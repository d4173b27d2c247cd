//! Derived quantities of a row of cells, or of part of one: filled by the derive stage, read by every stage behind it.

/// What has to be derived for a pass.
#[derive(Debug, Clone, Copy, PartialEq, Eq, Default)]
pub struct Need {
    /// S:S of the velocity gradient; an indicator made of it is derived in any case.
    pub strain: bool,
    /// The divergences.
    pub divergence: bool,
    /// The difference that the scheme's comparison makes in the divergence, a measure of the truncation error.
    pub truncation: bool,
    /// Cosines and squared cross products.
    pub alignment: bool,
    /// The indicators beside those of the families.
    pub extras: bool,
    /// u, ω, b, j and the squares of the curls, where nothing else needs them.
    pub vectors: bool,
}

/// Derived quantities of consecutive cells of one row, all arrays of one length. Vectors have one array a component (x, y, z).
///
/// Arrays of a field that is not there, and of what neither [`Need`] nor an indicator asks for, are empty.
#[derive(Debug, Clone, Default)]
pub struct Rows<T> {
    /// Velocity in the chosen frame.
    pub u: [Vec<T>; 3],
    /// Vorticity ∇×u.
    pub w: [Vec<T>; 3],
    /// |ω|².
    pub w2: Vec<T>,
    /// S:S.
    pub strain2: Vec<T>,
    /// ∇·u.
    pub div_u: Vec<T>,
    /// ∇·u by the scheme minus that by its comparison (order 6 for order 8).
    pub div_u_miss: Vec<T>,
    /// Magnetic field.
    pub b: [Vec<T>; 3],
    /// Current density ∇×b.
    pub j: [Vec<T>; 3],
    /// |j|².
    pub j2: Vec<T>,
    /// ∇·b.
    pub div_b: Vec<T>,
    /// ∇·b by the scheme minus that by its comparison.
    pub div_b_miss: Vec<T>,
    /// cos(u, ω), NaN where undefined.
    pub cos_uw: Vec<T>,
    /// cos(j, b), NaN where undefined.
    pub cos_jb: Vec<T>,
    /// cos(u, b), NaN where undefined.
    pub cos_ub: Vec<T>,
    /// |u×ω|².
    pub lamb2: Vec<T>,
    /// |u|²|ω|².
    pub u2w2: Vec<T>,
    /// |j×b|².
    pub lorentz2: Vec<T>,
    /// |j|²|b|².
    pub j2b2: Vec<T>,
    /// cos(j, b − ⟨b⟩), NaN where undefined; empty where the mean field is not removed.
    pub cos_jb_fluct: Vec<T>,
    /// cos(u, b − ⟨b⟩).
    pub cos_ub_fluct: Vec<T>,
    /// |j×(b − ⟨b⟩)|².
    pub lorentz2_fluct: Vec<T>,
    /// |j|²|b − ⟨b⟩|².
    pub j2b2_fluct: Vec<T>,
    /// Buoyancy.
    pub buoyancy: Vec<T>,
    /// Volumes of the cells over that of the largest cell; empty where all are equal.
    pub weights: Vec<f64>,
    /// Indicators, one array a family.
    pub indicators: Vec<Vec<T>>,
    /// Further indicators (companions, mesh values), one array each; filled where [`Need::extras`] asks.
    pub extras: Vec<Vec<T>>,
}

impl<T> Rows<T> {
    /// The cosines in the order of [`crate::model::contents::COSINES`].
    pub fn cosines(&self) -> [&[T]; 5] {
        [&self.cos_uw, &self.cos_jb, &self.cos_ub, &self.cos_jb_fluct, &self.cos_ub_fluct]
    }
}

Instructions to follow
Give back the whole listing, word for word.

Your solution
repository d4173b27d2c247cd
//! Derived quantities of a row of cells, or of part of one: filled by the derive stage, read by every stage behind it.

/// What has to be derived for a pass.
#[derive(Debug, Clone, Copy, PartialEq, Eq, Default)]
pub struct Need {
    /// S:S of the velocity gradient; an indicator made of it is derived in any case.
    pub strain: bool,
    /// The divergences.
    pub divergence: bool,
    /// The difference that the scheme's comparison makes in the divergence, a measure of the truncation error.
    pub truncation: bool,
    /// Cosines and squared cross products.
    pub alignment: bool,
    /// The indicators beside those of the families.
    pub extras: bool,
    /// u, ω, b, j and the squares of the curls, where nothing else needs them.
    pub vectors: bool,
}

/// Derived quantities of consecutive cells of one row, all arrays of one length. Vectors have one array a component (x, y, z).
///
/// Arrays of a field that is not there, and of what neither [`Need`] nor an indicator asks for, are empty.
#[derive(Debug, Clone, Default)]
pub struct Rows<T> {
    /// Velocity in the chosen frame.
    pub u: [Vec<T>; 3],
    /// Vorticity ∇×u.
    pub w: [Vec<T>; 3],
    /// |ω|².
    pub w2: Vec<T>,
    /// S:S.
    pub strain2: Vec<T>,
    /// ∇·u.
    pub div_u: Vec<T>,
    /// ∇·u by the scheme minus that by its comparison (order 6 for order 8).
    pub div_u_miss: Vec<T>,
    /// Magnetic field.
    pub b: [Vec<T>; 3],
    /// Current density ∇×b.
    pub j: [Vec<T>; 3],
    /// |j|².
    pub j2: Vec<T>,
    /// ∇·b.
    pub div_b: Vec<T>,
    /// ∇·b by the scheme minus that by its comparison.
    pub div_b_miss: Vec<T>,
    /// cos(u, ω), NaN where undefined.
    pub cos_uw: Vec<T>,
    /// cos(j, b), NaN where undefined.
    pub cos_jb: Vec<T>,
    /// cos(u, b), NaN where undefined.
    pub cos_ub: Vec<T>,
    /// |u×ω|².
    pub lamb2: Vec<T>,
    /// |u|²|ω|².
    pub u2w2: Vec<T>,
    /// |j×b|².
    pub lorentz2: Vec<T>,
    /// |j|²|b|².
    pub j2b2: Vec<T>,
    /// cos(j, b − ⟨b⟩), NaN where undefined; empty where the mean field is not removed.
    pub cos_jb_fluct: Vec<T>,
    /// cos(u, b − ⟨b⟩).
    pub cos_ub_fluct: Vec<T>,
    /// |j×(b − ⟨b⟩)|².
    pub lorentz2_fluct: Vec<T>,
    /// |j|²|b − ⟨b⟩|².
    pub j2b2_fluct: Vec<T>,
    /// Buoyancy.
    pub buoyancy: Vec<T>,
    /// Volumes of the cells over that of the largest cell; empty where all are equal.
    pub weights: Vec<f64>,
    /// Indicators, one array a family.
    pub indicators: Vec<Vec<T>>,
    /// Further indicators (companions, mesh values), one array each; filled where [`Need::extras`] asks.
    pub extras: Vec<Vec<T>>,
}

impl<T> Rows<T> {
    /// The cosines in the order of [`crate::model::contents::COSINES`].
    pub fn cosines(&self) -> [&[T]; 5] {
        [&self.cos_uw, &self.cos_jb, &self.cos_ub, &self.cos_jb_fluct, &self.cos_ub_fluct]
    }
}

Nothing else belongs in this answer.